Hildur: Personally it didn’t change so much for me because I am very specific about how I work. I’m not really so faced with the outside noise. It doesn’t really affect my work a lot and I try to keep it away from my creative process.
But professionally I guess that I gained a lot more trust. When I started out, a lot of the time I often experienced that, because I was a woman, they wondered if I could handle it.
On top of it, I often approach projects in an experimental or unorthodox way, so it can sometimes seem a bit scary when you’re working with huge productions and someone comes in to say ‘I want to turn a nuclear power plant into an instrument’, like I did for the TV series Chernobyl. It’s not surprising that someone would be skeptical about this working as a concept.
I do have that drive to work with experimental curiosities, so I do know that not everyone believed that I could turn that successfully into a score. But now it’s proven to work, and I think it’s easier for people to have faith in my ideas now.
You probably had a lot of offers after winning awards for your score in Joker. What made you pick Sarah Polley’s film Women Talking as one of them?
I was very drawn to Sarah’s work. I think she’s a wonderful artist and activist. She approaches everything she does with such openness and softness and fearlessness. She’s unafraid to take on difficult subjects. She doesn’t shy away from them and she does it without violence, which I think is very inspiring. It’s important to have voices like hers. She is not silent, and she is open.

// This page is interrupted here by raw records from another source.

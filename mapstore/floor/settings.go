package floor

import (
	"fmt"
	"strings"

	"example.com/wideberth/mapstore/geom"
)

// FieldError says what is wrong with one field.
type FieldError struct {
	Field   string // in the contract's words, e.g. "resolution_m"
	Problem string // value and wanted range
}

// SettingsError names every fault of a Settings at once.
type SettingsError []FieldError

// Error lists the faults.
func (e SettingsError) Error() string {
	parts := make([]string, len(e))
	for i, f := range e {
		parts[i] = f.Field + ": " + f.Problem
	}
	return strings.Join(parts, "; ")
}

// Validate checks s against the limits of this package. The error is a
// SettingsError that names every field at fault.
func (s Settings) Validate() error {
	var faults SettingsError
	bad := func(field, format string, args ...any) {
		faults = append(faults, FieldError{field, fmt.Sprintf(format, args...)})
	}
	resolutionOK := s.ResolutionUm >= MinResolutionUm && s.ResolutionUm <= MaxResolutionUm
	if !resolutionOK {
		bad("resolution_m", "%s, wanted %s to %s", metres(s.ResolutionUm), metres(MinResolutionUm), metres(MaxResolutionUm))
	}
	sidesOK := true
	for _, side := range []struct {
		field string
		n     int
	}{{"columns", s.Columns}, {"rows", s.Rows}} {
		if side.n < 1 || side.n > MaxSide {
			bad(side.field, "%d, wanted 1 to %d", side.n, MaxSide)
			sidesOK = false
		}
	}
	if sidesOK && s.Columns*s.Rows > MaxCells {
		bad("columns", "%d columns of %d rows are %d cells, wanted at most %d", s.Columns, s.Rows, s.Columns*s.Rows, MaxCells)
	}
	for _, o := range []struct {
		field string
		um    int64
	}{{"origin.x_m", s.OriginX}, {"origin.y_m", s.OriginY}} {
		if o.um < -MaxOriginUm || o.um > MaxOriginUm {
			bad(o.field, "%s, wanted %s to %s", metres(o.um), metres(-MaxOriginUm), metres(MaxOriginUm))
		}
	}
	if resolutionOK && (s.CapUm < s.ResolutionUm || s.CapUm > MaxCapCells*s.ResolutionUm) {
		bad("clearance_cap_m", "%s, wanted %s to %s (1 to %d cells)",
			metres(s.CapUm), metres(s.ResolutionUm), metres(MaxCapCells*s.ResolutionUm), MaxCapCells)
	}
	if s.Initial > Unknown {
		bad("initial_occupancy", "%d, wanted free, occupied or unknown", s.Initial)
	}
	if faults != nil {
		return faults
	}
	return nil
}

// metres writes a length of whole micrometres in metres, exactly.
func metres(um int64) string {
	sign, u := "", uint64(um)
	if um < 0 {
		sign, u = "-", -u
	}
	frac := strings.TrimRight(fmt.Sprintf("%06d", u%geom.UmPerMetre), "0")
	if frac != "" {
		frac = "." + frac
	}
	return fmt.Sprintf("%s%d%s m", sign, u/geom.UmPerMetre, frac)
}

// Bounds is the floor's rectangle.
func (s Settings) Bounds() geom.Rect { return s.CellBounds(s.AllCells()) }

// AllCells are all cells of the floor.
func (s Settings) AllCells() CellRect { return CellRect{0, 0, s.Columns, s.Rows} }

// CellBounds is the rectangle that the cells of r cover, empty when r is.
func (s Settings) CellBounds(r CellRect) geom.Rect {
	if r.IsEmpty() {
		return geom.EmptyRect()
	}
	return geom.Rect{Min: s.Vertex(r.X0, r.Y0), Max: s.Vertex(r.X1, r.Y1)}
}

// Vertex is lattice vertex (i, j): the lower left corner of cell (i, j).
func (s Settings) Vertex(i, j int) geom.Point {
	return geom.Point{
		X: float64(s.OriginX + int64(i)*s.ResolutionUm),
		Y: float64(s.OriginY + int64(j)*s.ResolutionUm),
	}
}

// CellAt is the cell that holds p. On a line between cells it is the one to the
// right or above; on the floor's right and upper border the last one. ok is false
// when p is not on the floor.
func (s Settings) CellAt(p geom.Point) (col, row int, ok bool) {
	if !s.Bounds().Contains(p) {
		return 0, 0, false
	}
	col = int(floorDiv(p.X-float64(s.OriginX), s.ResolutionUm))
	row = int(floorDiv(p.Y-float64(s.OriginY), s.ResolutionUm))
	return min(col, s.Columns-1), min(row, s.Rows-1), true
}

// CellRectOf are the cells whose open square meets the closed rectangle r, within
// the floor. A rectangle that only touches a cell's border does not meet it.
func (s Settings) CellRectOf(r geom.Rect) CellRect {
	r = r.Intersect(s.Bounds())
	if r.IsEmpty() {
		return CellRect{}
	}
	ox, oy := float64(s.OriginX), float64(s.OriginY)
	return CellRect{
		X0: int(floorDiv(r.Min.X-ox, s.ResolutionUm)),
		Y0: int(floorDiv(r.Min.Y-oy, s.ResolutionUm)),
		X1: int(-floorDiv(ox-r.Max.X, s.ResolutionUm)),
		Y1: int(-floorDiv(oy-r.Max.Y, s.ResolutionUm)),
	}.Intersect(s.AllCells())
}

// TouchedCells are the cells whose closed square meets the closed rectangle r,
// within the floor.
func (s Settings) TouchedCells(r geom.Rect) CellRect {
	if r.IsEmpty() || !r.Intersects(s.Bounds()) {
		return CellRect{}
	}
	r = r.Intersect(s.Bounds())
	ox, oy := float64(s.OriginX), float64(s.OriginY)
	return CellRect{
		X0: int(-floorDiv(ox-r.Min.X, s.ResolutionUm)) - 1,
		Y0: int(-floorDiv(oy-r.Min.Y, s.ResolutionUm)) - 1,
		X1: int(floorDiv(r.Max.X-ox, s.ResolutionUm)) + 1,
		Y1: int(floorDiv(r.Max.Y-oy, s.ResolutionUm)) + 1,
	}.Intersect(s.AllCells())
}

// floorDiv is the largest whole number not above um / step, exactly: um is first
// rounded down to a whole micrometre, which does not change the answer.
func floorDiv(um float64, step int64) int64 {
	n := int64(um)
	if float64(n) > um {
		n--
	}
	q := n / step
	if n%step < 0 {
		q--
	}
	return q
}

// IsEmpty says whether r holds no cell.
func (r CellRect) IsEmpty() bool { return r.X0 >= r.X1 || r.Y0 >= r.Y1 }

// Count is how many cells r holds.
func (r CellRect) Count() int64 {
	if r.IsEmpty() {
		return 0
	}
	return int64(r.X1-r.X0) * int64(r.Y1-r.Y0)
}

// Intersect are the cells that r and o share; the zero CellRect when there is none.
func (r CellRect) Intersect(o CellRect) CellRect {
	c := CellRect{max(r.X0, o.X0), max(r.Y0, o.Y0), min(r.X1, o.X1), min(r.Y1, o.Y1)}
	if c.IsEmpty() {
		return CellRect{}
	}
	return c
}

// Union is the smallest rectangle that holds the cells of both.
func (r CellRect) Union(o CellRect) CellRect {
	switch {
	case r.IsEmpty():
		return o
	case o.IsEmpty():
		return r
	}
	return CellRect{min(r.X0, o.X0), min(r.Y0, o.Y0), max(r.X1, o.X1), max(r.Y1, o.Y1)}
}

Women Talking is based on a novel by Miriam Toews and the storyline is about eight female trauma survivors in a religious community. What is it about the story that appealed to you?
The story is heartbreaking and heartwarming at the same time. It’s energizing. It’s an important input in the times that we are living in today as a community, and what we are seeing that is happening with women today – in the United States and Iran and the #metoo movement. We are experiencing big movements for women these days and I think Women Talking is a beautiful and an important input in that discussion.
Your score for Women Talking is mainly guitar-driven, and in spite of the subject matter being rather dark, the music is fairly light. Why did you make this choice?
That was a very conscious decision on Sarah’s behalf. When I first read the script, I was very angry and very sad and the first days, when I intended to work on the score, I was paralyzed with anger. I had days where I would just cry on behalf of these women and what they went through. I couldn’t believe that there could be such evil; that human beings could do something as terrible to other human beings.
So my immediate reaction was to write something angry, which is also the direction where I feel more at home. But it was important for Sarah that the music was a driving force of hope and forward movement, so I had to rethink my feelings about the film and also how I react to my environment with difficult subjects.